Your task is to copy every line of the entries that contains "manage".

···

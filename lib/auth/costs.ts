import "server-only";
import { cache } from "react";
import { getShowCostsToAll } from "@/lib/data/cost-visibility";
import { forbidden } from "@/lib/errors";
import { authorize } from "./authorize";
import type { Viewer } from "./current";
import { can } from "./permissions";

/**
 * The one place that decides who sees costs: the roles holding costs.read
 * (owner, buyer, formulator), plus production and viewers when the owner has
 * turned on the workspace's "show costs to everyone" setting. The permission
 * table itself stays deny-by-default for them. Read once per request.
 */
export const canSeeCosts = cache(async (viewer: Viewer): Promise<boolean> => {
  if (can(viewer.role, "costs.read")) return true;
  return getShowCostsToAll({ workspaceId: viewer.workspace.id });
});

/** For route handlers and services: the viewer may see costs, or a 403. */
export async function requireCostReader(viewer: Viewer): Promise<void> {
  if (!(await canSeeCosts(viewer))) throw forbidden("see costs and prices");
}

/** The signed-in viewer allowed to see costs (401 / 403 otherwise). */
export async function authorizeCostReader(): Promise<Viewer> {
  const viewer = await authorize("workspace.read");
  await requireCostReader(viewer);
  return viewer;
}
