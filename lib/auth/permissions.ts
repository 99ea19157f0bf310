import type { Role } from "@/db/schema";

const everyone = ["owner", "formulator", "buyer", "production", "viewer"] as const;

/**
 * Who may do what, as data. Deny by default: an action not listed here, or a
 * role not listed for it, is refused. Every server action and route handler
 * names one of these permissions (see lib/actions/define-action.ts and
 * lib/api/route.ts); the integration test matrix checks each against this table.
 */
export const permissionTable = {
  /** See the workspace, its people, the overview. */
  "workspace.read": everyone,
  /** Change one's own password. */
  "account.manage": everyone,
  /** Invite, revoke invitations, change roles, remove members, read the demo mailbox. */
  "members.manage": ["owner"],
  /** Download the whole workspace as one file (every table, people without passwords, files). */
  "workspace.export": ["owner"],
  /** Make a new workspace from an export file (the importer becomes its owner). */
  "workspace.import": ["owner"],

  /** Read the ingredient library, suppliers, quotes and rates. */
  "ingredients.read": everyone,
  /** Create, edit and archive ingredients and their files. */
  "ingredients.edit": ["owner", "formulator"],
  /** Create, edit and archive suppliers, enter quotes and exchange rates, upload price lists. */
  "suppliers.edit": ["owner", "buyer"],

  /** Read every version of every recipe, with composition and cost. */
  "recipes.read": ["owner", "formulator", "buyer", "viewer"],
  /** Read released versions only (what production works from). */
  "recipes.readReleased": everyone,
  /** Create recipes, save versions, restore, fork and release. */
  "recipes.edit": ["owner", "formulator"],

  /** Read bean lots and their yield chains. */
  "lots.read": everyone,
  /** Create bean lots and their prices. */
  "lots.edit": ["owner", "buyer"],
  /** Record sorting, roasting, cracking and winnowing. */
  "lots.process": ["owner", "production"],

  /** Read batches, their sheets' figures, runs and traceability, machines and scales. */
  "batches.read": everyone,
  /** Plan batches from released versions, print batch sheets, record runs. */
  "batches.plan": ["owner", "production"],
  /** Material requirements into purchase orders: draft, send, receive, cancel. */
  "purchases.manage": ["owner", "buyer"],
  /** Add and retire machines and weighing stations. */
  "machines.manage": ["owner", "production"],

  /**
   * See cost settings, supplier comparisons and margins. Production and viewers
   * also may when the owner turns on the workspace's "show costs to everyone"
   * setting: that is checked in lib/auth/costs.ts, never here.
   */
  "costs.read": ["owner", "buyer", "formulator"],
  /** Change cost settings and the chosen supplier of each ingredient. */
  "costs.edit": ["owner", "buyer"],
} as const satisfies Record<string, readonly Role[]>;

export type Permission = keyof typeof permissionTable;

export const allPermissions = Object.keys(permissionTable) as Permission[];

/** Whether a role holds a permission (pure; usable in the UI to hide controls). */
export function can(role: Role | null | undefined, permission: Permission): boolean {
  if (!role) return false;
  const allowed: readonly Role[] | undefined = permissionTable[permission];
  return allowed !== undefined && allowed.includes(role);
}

···

• Response to this exercise
  "account.manage": everyone,
  "members.manage": ["owner"],
  "purchases.manage": ["owner", "buyer"],
  "machines.manage": ["owner", "production"],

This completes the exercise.